Three Boston businessmen, including a member of the family that used to own The Boston Globe, have emerged as suitors for the 137-year-old daily newspaper that The New York Times Co is trying to sell, the Globe reported on Friday.

The three are Stephen Pagliuca, a managing director at Boston private equity company Bain Capital and co-owner of the Boston Celtics basketball team; former advertising executive Jack Connors, and Stephen Taylor, a former Globe executive and member of the family that sold the Globe to the Times Co for $1.1 billion in 1993.

The Boston Globe's story comes a day after it reported that the Times Co hired Goldman Sachs to try to sell the money-losing paper.

The Times Co also is trying to sell its interest in the holding company that owns the Boston Red Sox baseball team and, according to the Globe, is willing to part with all of its assets in Massachusetts -- a state that has proven to be a financial quagmire for the Times.

Taylor, who lectures about the economics of media and financing at Yale University and runs a small private investment firm called Densefog Group LLC, declined to comment.

Pagliuca and Connors did not immediately respond to requests for comment.

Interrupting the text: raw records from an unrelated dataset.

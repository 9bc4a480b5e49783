"""The selected entry's intervals and locus are reused during a slider drag, with unchanged results.

While only the selected entry k_ij changes, ``evaluate_design`` keeps that entry's
analysis (built from A − B·K with k_ij zeroed). These tests prove that a cached
result equals the uncached computation exactly, that the values themselves agree
with outside references (Routh–Hurwitz / Jury intervals, brute-force eigenvalues
from numpy), and that changing any other entry of K starts a new analysis.
"""

from concurrent.futures import ThreadPoolExecutor

import numpy as np
import pytest
from scipy.optimize import linear_sum_assignment

from gainboard.core import EvaluationOptions, GainError, Plant, evaluate_design
from gainboard.core import _single_entry as single_entry

# Reference case 1 (/work/shared/reference-cases.md): Ogata, Modern Control Engineering, 5th ed.,
# Example 10-1 (from memory); K = [199, 55, 8] places −2±4j, −10.
CUBIC = Plant(A=[[0.0, 1.0, 0.0], [0.0, 0.0, 1.0], [-1.0, -5.0, -6.0]], B=[[0.0], [0.0], [1.0]])
CUBIC_K = np.array([[199.0, 55.0, 8.0]])

# Reference case 14: ZOH double integrator with T = 1, Åström & Wittenmark, Computer-Controlled
# Systems, 3rd ed. (from memory): with k2 = 1 the loop is stable for k1 in (0, 2) (Jury test).
SAMPLED = Plant(A=[[1.0, 1.0], [0.0, 1.0]], B=[[0.5], [1.0]], sample_time=1.0)
SAMPLED_K = np.array([[0.7, 1.0]])

DRAG = EvaluationOptions(selected_entry=(0, 0), include_margins=False)


def _slider_sequence(gain: np.ndarray, entry, values):
    for value in values:
        moved = gain.copy()
        moved[entry] = value
        yield moved


def _assert_identical(cached, fresh):
    """Bit-for-bit equality of two (StableIntervals, EntryLocus) pairs (repr keeps every float digit)."""
    cached_intervals, cached_locus = cached
    fresh_intervals, fresh_locus = fresh
    assert repr(cached_intervals) == repr(fresh_intervals)
    assert np.array_equal(cached_locus.gains, fresh_locus.gains)
    assert np.array_equal(cached_locus.poles, fresh_locus.poles)
    assert repr(cached_locus.crossings) == repr(fresh_locus.crossings)
    assert cached_locus.current_value == fresh_locus.current_value
    assert cached_locus.evaluation_count == fresh_locus.evaluation_count
    assert cached_locus.span == fresh_locus.span
    assert cached_locus.entry == fresh_locus.entry and cached_locus.sampled == fresh_locus.sampled


def _assert_locus_matches_eigvals(plant: Plant, gain: np.ndarray, entry, locus):
    """Every locus sample against numpy.linalg.eigvals of A − B·K(v) (brute-force reference)."""
    moved = gain.copy()
    for value, poles in zip(locus.gains, locus.poles):
        moved[entry] = value
        reference = np.linalg.eigvals(plant.A - plant.B @ moved)
        cost = np.abs(poles[:, None] - reference[None, :])
        rows, cols = linear_sum_assignment(cost)
        scale = max(1.0, float(np.max(np.abs(reference))))
        # repeated poles at a breakaway point are only known to about sqrt(eps) (common practice, no source)
        assert cost[rows, cols].max() <= 1e-6 * scale


@pytest.fixture(autouse=True)
def _fresh_cache():
    single_entry._clear_entry_records()
    yield
    single_entry._clear_entry_records()


def test_cached_drag_equals_uncached_and_routh_hurwitz_interval_continuous():
    values = [199.0, 199.4, 200.1, 201.0, 203.5, 198.2, 199.0]
    for moved in _slider_sequence(CUBIC_K, (0, 0), values):
        evaluation = evaluate_design(CUBIC, moved, DRAG)
        cached = (evaluation.selected_intervals, evaluation.selected_locus)
        _assert_identical(cached, single_entry._entry_views(CUBIC, moved, 0, 0, None, use_cache=False))
        # reference case 5 (Routh–Hurwitz, reference-cases.md): k1 in (−1, 839) with k2 = 55, k3 = 8
        (low, high), = evaluation.selected_intervals.intervals
        assert low == pytest.approx(-1.0, abs=1e-9) and high == pytest.approx(839.0, rel=1e-9)
        assert evaluation.selected_intervals.current_value == moved[0, 0]
        assert evaluation.selected_intervals.current_is_stable == (-1.0 < moved[0, 0] < 839.0)  # same source
        # the current value is one of the samples, with the poles of the design itself
        assert moved[0, 0] in evaluation.selected_locus.gains
        _assert_locus_matches_eigvals(CUBIC, moved, (0, 0), evaluation.selected_locus)
        # the sliders and the locus read one analysis of the selected entry
        assert evaluation.entry_intervals[(0, 0)] is evaluation.selected_intervals
    # the whole drag stayed on one analysis and one coarse range: the cache was used
    records = single_entry._ENTRY_RECORDS[CUBIC]
    assert len(records) == 1
    (record,) = records.values()
    assert len(record.loci) == 1


def test_cached_drag_equals_uncached_and_jury_interval_sampled():
    values = [0.7, 0.72, 0.75, 0.69, 0.8, 1.5, 2.4, -0.3]
    for moved in _slider_sequence(SAMPLED_K, (0, 0), values):
        evaluation = evaluate_design(SAMPLED, moved, DRAG)
        cached = (evaluation.selected_intervals, evaluation.selected_locus)
        _assert_identical(cached, single_entry._entry_views(SAMPLED, moved, 0, 0, None, use_cache=False))
        # reference case 14 (Jury, Åström & Wittenmark, from memory): k1 in (0, 2) when k2 = 1
        (low, high), = evaluation.selected_intervals.intervals
        assert low == pytest.approx(0.0, abs=1e-9) and high == pytest.approx(2.0, rel=1e-9)
        assert evaluation.selected_intervals.current_is_stable == (0.0 < moved[0, 0] < 2.0)  # same source
        assert evaluation.selected_locus.sampled
        _assert_locus_matches_eigvals(SAMPLED, moved, (0, 0), evaluation.selected_locus)


def test_fixed_range_drag_reuses_one_locus_and_matches_eigvals():
    options = EvaluationOptions(selected_entry=(0, 2), entry_range=(-5.0, 40.0), include_margins=False,
                                include_all_entry_intervals=False)
    for moved in _slider_sequence(CUBIC_K, (0, 2), [8.0, 8.5, 9.25, 12.0, 45.0]):
        evaluation = evaluate_design(CUBIC, moved, options)
        cached = (evaluation.selected_intervals, evaluation.selected_locus)
        _assert_identical(cached, single_entry._entry_views(CUBIC, moved, 0, 2, (-5.0, 40.0), use_cache=False))
        # reference case 5 (Routh–Hurwitz): k3 in (−8/3, ∞) with k1 = 199, k2 = 55
        (low, high), = evaluation.selected_intervals.intervals
        assert low == pytest.approx(-8.0 / 3.0, rel=1e-9) and high == np.inf
        locus = evaluation.selected_locus
        assert locus.gains[0] == -5.0 and locus.gains[-1] == 40.0
        # inside the range the current value is sampled; 45 lies outside and is not
        assert (moved[0, 2] in locus.gains) == (moved[0, 2] <= 40.0)
        _assert_locus_matches_eigvals(CUBIC, moved, (0, 2), locus)
    (record,) = single_entry._ENTRY_RECORDS[CUBIC].values()
    assert list(record.loci) == [(-5.0, 40.0)]


def test_changing_another_entry_starts_a_new_analysis():
    first = evaluate_design(CUBIC, CUBIC_K, DRAG)
    other = CUBIC_K.copy()
    other[0, 1] = 60.0
    second = evaluate_design(CUBIC, other, DRAG)
    # Routh–Hurwitz (reference case 4 formula, Ogata sec. 5-6): s³+(6+k3)s²+(5+k2)s+(1+k1) is stable
    # iff 1+k1 > 0 and (6+k3)(5+k2) > 1+k1, so the upper end moves from 839 to 14·65 − 1 = 909
    assert first.selected_intervals.intervals[0][1] == pytest.approx(839.0, rel=1e-9)
    assert second.selected_intervals.intervals[0][1] == pytest.approx(909.0, rel=1e-9)
    _assert_identical((second.selected_intervals, second.selected_locus),
                      single_entry._entry_views(CUBIC, other, 0, 0, None, use_cache=False))
    assert len(single_entry._ENTRY_RECORDS[CUBIC]) == 2


def test_cache_keeps_a_few_analyses_per_plant():
    # what is checked is the size bound and that an evicted analysis comes back identical (no outside value)
    for k2 in [50.0, 51.0, 52.0, 53.0, 54.0, 55.0]:
        moved = CUBIC_K.copy()
        moved[0, 1] = k2
        evaluate_design(CUBIC, moved, DRAG)
    assert len(single_entry._ENTRY_RECORDS[CUBIC]) == single_entry._FAMILIES_PER_PLANT
    moved = CUBIC_K.copy()
    moved[0, 1] = 50.0  # evicted first: recomputed, and equal to an uncached computation
    evaluation = evaluate_design(CUBIC, moved, DRAG)
    _assert_identical((evaluation.selected_intervals, evaluation.selected_locus),
                      single_entry._entry_views(CUBIC, moved, 0, 0, None, use_cache=False))


def test_random_plant_drag_equals_uncached_and_eigvals(rng):
    n, m = 6, 2
    A = rng.standard_normal((n, n))
    B = rng.standard_normal((n, m))
    plant = Plant(A=A, B=B)
    gain = rng.standard_normal((m, n))
    entry = (1, 3)
    options = EvaluationOptions(selected_entry=entry, include_margins=False)
    start = gain[entry]
    for moved in _slider_sequence(gain, entry, start + 0.01 * np.arange(6)):
        evaluation = evaluate_design(plant, moved, options)
        _assert_identical((evaluation.selected_intervals, evaluation.selected_locus),
                          single_entry._entry_views(plant, moved, *entry, None, use_cache=False))
        _assert_locus_matches_eigvals(plant, moved, entry, evaluation.selected_locus)
        # brute-force reference for the intervals: numpy eigvals at the midpoint of every finite piece
        probe = moved.copy()
        for low, high, count in evaluation.selected_intervals.pieces:
            if np.isfinite(low) and np.isfinite(high):
                probe[entry] = 0.5 * (low + high)
                real_parts = np.linalg.eigvals(plant.A - plant.B @ probe).real
                assert (count == 0) == bool(np.all(real_parts < 0.0))


def test_threads_sharing_the_cache_get_uncached_results():
    moves = list(_slider_sequence(CUBIC_K, (0, 0), np.linspace(190.0, 210.0, 12)))
    with ThreadPoolExecutor(max_workers=4) as pool:
        results = list(pool.map(lambda moved: evaluate_design(CUBIC, moved, DRAG), moves))
    for moved, evaluation in zip(moves, results):
        _assert_identical((evaluation.selected_intervals, evaluation.selected_locus),
                          single_entry._entry_views(CUBIC, moved, 0, 0, None, use_cache=False))


def test_bad_range_is_refused_before_anything_is_kept():
    options = EvaluationOptions(selected_entry=(0, 0), entry_range=(3.0, 1.0), include_margins=False)
    with pytest.raises(GainError, match="range is empty"):
        evaluate_design(CUBIC, CUBIC_K, options)
    assert CUBIC not in single_entry._ENTRY_RECORDS


@pytest.mark.parametrize("plant, gain", [(CUBIC, CUBIC_K), (SAMPLED, SAMPLED_K)])
def test_locus_span_after_adding_the_current_sample_is_the_whole_bounding_box(plant, gain):
    start = gain[0, 0]
    for moved in _slider_sequence(gain, (0, 0), start * (1.0 + 0.003 * np.arange(-3, 4))):
        locus = evaluate_design(plant, moved, DRAG).selected_locus
        assert moved[0, 0] in locus.gains  # the current sample was added to the kept locus
        # reference: the diagonal of the bounding box of every sampled pole, by numpy (ptp, hypot)
        poles = np.asarray(locus.poles)
        assert locus.span == float(np.hypot(np.ptp(poles.real), np.ptp(poles.imag)))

Pagliuca, Connors and Taylor are in various stages of reviewing the Globe's finances and getting investors to join their groups, the Globe reported, but added that it does not know if they formally will bid for the paper.

Connors in particular has not decided if he will proceed, the Globe said, citing a source familiar with his thinking.

A grinding slow-moving dispute between the Times and its largest union might delay the Globe sale because some potential bidders do not want to inherit a fight, the paper reported.

The Globe is set to record an $85 million operating loss this year and the Times Co has pressed its unions to come up with $20 million in cost cuts.

The Globe's biggest union, the Boston Newspaper Guild, rejected the paper's plan for pay cuts and other concessions to save $10 million. The Times responded by cutting Guild members' pay by 23 percent.